■ **Problem to solve**
Could you copy every entry exactly, with nothing changed?

■ **Data extract**
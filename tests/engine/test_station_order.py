"""The order of the force stations along members: one stable integer sort, the same order as a
full sort by (combination, element, s), whatever the row order of the forces file.

Our own checks of the engine's bookkeeping (no published values are involved): the stations of a
segment's diagram must come out in the same order as a lexicographic sort by (combination,
element, position along the member) with ties in file order, for rows in file order, shuffled,
with elements drawn against their member and with two stations at one place (a moment jump).
"""

from __future__ import annotations

import dataclasses

import numpy as np
import pandas as pd
import pytest
from flangewise.engine.check import check_model
from flangewise.engine.diagrams import _station_order
from flangewise.postproc.cli import sample_path
from flangewise.readers import load_model


def _reference(ccode: np.ndarray, erow: np.ndarray, n_el: int, s: np.ndarray) -> np.ndarray:
    """The order by a full lexicographic sort: (combination, element row, s), ties by row."""
    return np.lexsort((s, ccode.astype(np.int64) * (n_el + 1) + erow))


def _stations(rng: np.random.Generator, n_el: int, n_comb: int, per: int, jumps: bool):
    """Stations of ``n_el`` elements of 1500 mm, ``per`` along each, in file order."""
    e = np.repeat(np.arange(n_el), per)
    t = np.tile(np.linspace(0.0, 1.0, per), n_el)
    if jumps:  # a second station at mid-length on every third element: a moment jump
        extra = np.flatnonzero((e % 3 == 0) & (t == t[per // 2]))
        e = np.insert(e, extra + 1, e[extra])
        t = np.insert(t, extra + 1, t[extra])
    e = np.tile(e, n_comb)
    t = np.tile(t, n_comb)
    c = np.repeat(np.arange(n_comb), len(e) // n_comb)
    backwards_el = rng.random(n_el) < 0.4
    # A backwards element is written from its own start: s falls as the position rises.
    s = e * 1500.0 + np.where(backwards_el[e], 1.0 - t, t) * 1500.0
    return c.astype(np.int8), e.astype(np.int32), s, backwards_el[e]


@pytest.mark.parametrize("jumps", [False, True])
@pytest.mark.parametrize("shuffle", ["none", "rows", "element-major"])
def test_one_stable_integer_sort_gives_the_lexicographic_order(jumps, shuffle):
    rng = np.random.default_rng(11)
    n_el, n_comb = 60, 7
    c, e, s, back = _stations(rng, n_el, n_comb, 5, jumps)
    if shuffle == "rows":
        perm = rng.permutation(len(s))
    elif shuffle == "element-major":
        perm = np.lexsort((c, e))
    else:
        perm = np.arange(len(s))
    c, e, s, back = c[perm], e[perm], s[perm], back[perm]
    order = _station_order(c, e, n_el, s, back)
    got = np.arange(len(s)) if order is None else order
    np.testing.assert_array_equal(got, _reference(c, e, n_el, s))


def test_rows_already_in_order_need_no_reordering():
    rng = np.random.default_rng(5)
    c, e, s, back = _stations(rng, 20, 3, 5, jumps=False)
    # Only elements drawn along their member: the file order is the order, no copy is made.
    keep = ~back
    assert _station_order(c[keep], e[keep], 20, s[keep], back[keep]) is None


def test_check_results_do_not_depend_on_the_row_order_of_the_forces():
    # Rows shuffled, except that rows at one (element, combination, position) keep their order
    # among themselves (a jump's two values are told apart by file order).
    model = load_model(sample_path("industrial_shed"))
    f = model.forces
    rng = np.random.default_rng(2)
    perm = rng.permutation(len(f))
    key = pd.DataFrame(
        {
            "e": f["element"].cat.codes.to_numpy()[perm],
            "c": f["combination"].cat.codes.to_numpy()[perm],
            "p": f["position"].to_numpy()[perm],
        }
    )
    fixed = perm.copy()
    dup = key.duplicated(["e", "c", "p"], keep=False).to_numpy()
    fixed[dup] = np.sort(perm[dup])  # the places of duplicates, refilled in file order
    shuffled = dataclasses.replace(model, forces=f.iloc[fixed].reset_index(drop=True))
    a = check_model(model, exact=False).results
    b = check_model(shuffled, exact=False).results
    pd.testing.assert_frame_equal(a, b, check_exact=True)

■ **Task result**
filename tests/engine/test_station_order.py
"""The order of the force stations along members: one stable integer sort, the same order as a
full sort by (combination, element, s), whatever the row order of the forces file.

Our own checks of the engine's bookkeeping (no published values are involved): the stations of a
segment's diagram must come out in the same order as a lexicographic sort by (combination,
element, position along the member) with ties in file order, for rows in file order, shuffled,
with elements drawn against their member and with two stations at one place (a moment jump).
"""

from __future__ import annotations

import dataclasses

import numpy as np
import pandas as pd
import pytest
from flangewise.engine.check import check_model
from flangewise.engine.diagrams import _station_order
from flangewise.postproc.cli import sample_path
from flangewise.readers import load_model


def _reference(ccode: np.ndarray, erow: np.ndarray, n_el: int, s: np.ndarray) -> np.ndarray:
    """The order by a full lexicographic sort: (combination, element row, s), ties by row."""
    return np.lexsort((s, ccode.astype(np.int64) * (n_el + 1) + erow))


def _stations(rng: np.random.Generator, n_el: int, n_comb: int, per: int, jumps: bool):
    """Stations of ``n_el`` elements of 1500 mm, ``per`` along each, in file order."""
    e = np.repeat(np.arange(n_el), per)
    t = np.tile(np.linspace(0.0, 1.0, per), n_el)
    if jumps:  # a second station at mid-length on every third element: a moment jump
        extra = np.flatnonzero((e % 3 == 0) & (t == t[per // 2]))
        e = np.insert(e, extra + 1, e[extra])
        t = np.insert(t, extra + 1, t[extra])
    e = np.tile(e, n_comb)
    t = np.tile(t, n_comb)
    c = np.repeat(np.arange(n_comb), len(e) // n_comb)
    backwards_el = rng.random(n_el) < 0.4
    # A backwards element is written from its own start: s falls as the position rises.
    s = e * 1500.0 + np.where(backwards_el[e], 1.0 - t, t) * 1500.0
    return c.astype(np.int8), e.astype(np.int32), s, backwards_el[e]


@pytest.mark.parametrize("jumps", [False, True])
@pytest.mark.parametrize("shuffle", ["none", "rows", "element-major"])
def test_one_stable_integer_sort_gives_the_lexicographic_order(jumps, shuffle):
    rng = np.random.default_rng(11)
    n_el, n_comb = 60, 7
    c, e, s, back = _stations(rng, n_el, n_comb, 5, jumps)
    if shuffle == "rows":
        perm = rng.permutation(len(s))
    elif shuffle == "element-major":
        perm = np.lexsort((c, e))
    else:
        perm = np.arange(len(s))
    c, e, s, back = c[perm], e[perm], s[perm], back[perm]
    order = _station_order(c, e, n_el, s, back)
    got = np.arange(len(s)) if order is None else order
    np.testing.assert_array_equal(got, _reference(c, e, n_el, s))


def test_rows_already_in_order_need_no_reordering():
    rng = np.random.default_rng(5)
    c, e, s, back = _stations(rng, 20, 3, 5, jumps=False)
    # Only elements drawn along their member: the file order is the order, no copy is made.
    keep = ~back
    assert _station_order(c[keep], e[keep], 20, s[keep], back[keep]) is None


def test_check_results_do_not_depend_on_the_row_order_of_the_forces():
    # Rows shuffled, except that rows at one (element, combination, position) keep their order
    # among themselves (a jump's two values are told apart by file order).
    model = load_model(sample_path("industrial_shed"))
    f = model.forces
    rng = np.random.default_rng(2)
    perm = rng.permutation(len(f))
    key = pd.DataFrame(
        {
            "e": f["element"].cat.codes.to_numpy()[perm],
            "c": f["combination"].cat.codes.to_numpy()[perm],
            "p": f["position"].to_numpy()[perm],
        }
    )
    fixed = perm.copy()
    dup = key.duplicated(["e", "c", "p"], keep=False).to_numpy()
    fixed[dup] = np.sort(perm[dup])  # the places of duplicates, refilled in file order
    shuffled = dataclasses.replace(model, forces=f.iloc[fixed].reset_index(drop=True))
    a = check_model(model, exact=False).results
    b = check_model(shuffled, exact=False).results
    pd.testing.assert_frame_equal(a, b, check_exact=True)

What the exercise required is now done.